Welche Dateiformate sind auch in Zukunft lesbar? Und welche Dateiformate können leicht zwischen den verschiedensten Computern, Speichern und Medien transportiert werden? Vor allem bei Behörden und Grossfirmen, die ihre Dokumente (Briefe, E-Mails, Präsentationen, Kalkulationen) noch jahre- oder jahrzehntelang der Öffentlichkeit oder einem beschränkten Kreis zugänglich machen müssen, gewinnt diese Frage an Gewicht.
 
Eine Alternative zu den Microsoft-eigenen Formaten wie ".doc", ".xls" oder ".pps", die heute einen Quasi-Standard darstellen, will die Standardisierungs-Organisation OASIS (Organization for the Advancement of Structured Information Standards) mit "OpenDocument" entwickeln. OpenDocument basiert, wie die künftigen Microsoft-eigenen Formate auch, auf XML, wird aber von einer ziemlich breiten Allianz der Open-Source-Community mit Firmen wie IBM, Sun und Corel unterstützt. Die erste Version von "OpenDocument" wurde im Mai von OASIS verabschiedet und die beiden Schwestern "StarOffice" und "OpenOffice" unterstützen das Format bereits.
 
Der Entscheid des US Bundesstaats Massachusetts, ab 1.1.2007 nur noch Office-Software einzusetzen, die "OpenDocument" vollumfänglich unterstützt, hat dem Standard neulich zusätzlichen Schub verliehen. Microsoft will zwar ebenfalls XML als Basis für die künftigen Dateiformate verwenden, beharrt aber darauf, auch in Zukunft eigene Formate, deren genaue Definitionen nicht bekannt sind, zu verwenden.
 
Vor einer Revolution?
Manche glauben, "OpenDocument" werde die Welt der Bürosoftware revolutionieren. So sagte Sun-Mann Tim Bray an einer Konferenz in Slowenien, "OpenDocument" werde ähnlich grosse Auswirkungenen haben, wie sie die Seitenbeschreibungssprache HTML für die Explosion des Internets hatte.
 
Auch Bruno von Rotz und Stephen Walli vom unabhängigen Beratungsunternehmen Optaros glauben, dass das Dateiformat "OpenDocument" Microsofts Dominanz "ankratzen" könnte. Von Rotz: "OpenDocument hat aus unserer Sicht wirklich eine faire Chance, Microsoft's Dominanz anzukratzen.
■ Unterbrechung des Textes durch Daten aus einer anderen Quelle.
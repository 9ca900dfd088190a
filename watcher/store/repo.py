"""The base of every repository: one kind of record's SQL, on the store's connection.

A repository never opens, commits or rolls back: `Store.atomic` owns the transaction, so any
mix of repository calls inside it commits together or not at all."""

from __future__ import annotations

import sqlite3


class Repo:
    def __init__(self, conn: sqlite3.Connection):
        self.conn = conn


def text(s: str) -> str:
    """Text SQLite can store as UTF-8: lone surrogates become backslash escapes."""
    return s.encode("utf-8", "backslashreplace").decode("utf-8")


def marks(n: int) -> str:
    """n comma-separated placeholders."""
    return ", ".join("?" * n)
Aber damit wird Microsoft natürlich nicht sterben, denn die Leute nutzen MS Office nicht nur wegen der Abhängigkeit zum File-Format, sondern weil sie es gewöhnt sind, so zu arbeiten, wie es MS Office vorgibt. Aber mit einem gemeinsamen Standard, den auch Microsoft unterstützt, wird es sicher einfacher, eine Alternative zu nehmen. Und einige Kunden (10-15%) werden dies vielleicht auch tun, was Microsoft doch zumindest schadet. Natürlich werden auch nicht alle "rich features" (z.B. Macros, Powerpoint-Animationen, etc.) von Anfang an sauber standardisiert und unterstützt, dies wird einen Umstieg schwieriger machen."
 
Was tut Microsoft?
Interessant wird die Frage, ob der Druck der Kunden, die sich Gedanken über die Verwendung von öffentlichen Standards ("Open Standards") machen, Microsoft dazu bewegen könnte, von den proprietären Formaten abzurücken oder mindestens "OpenDocument" voll und ganz zu unterstützen.
 
Von Rotz' Antwort auf unsere diesbezügliche Frage ist interessant: "Microsoft könnte den Standard unterstützen oder so zu tun, als ob sie einen eigenen, offenen Standard kreieren. Im zweiten Falle wird es einen Standard-Krieg auslösen, was in der Öffentlichkeit nicht goutiert würde und auch den Konkurrenten viele Möglichkeiten gäbe, MS schlecht aussehen zu lassen.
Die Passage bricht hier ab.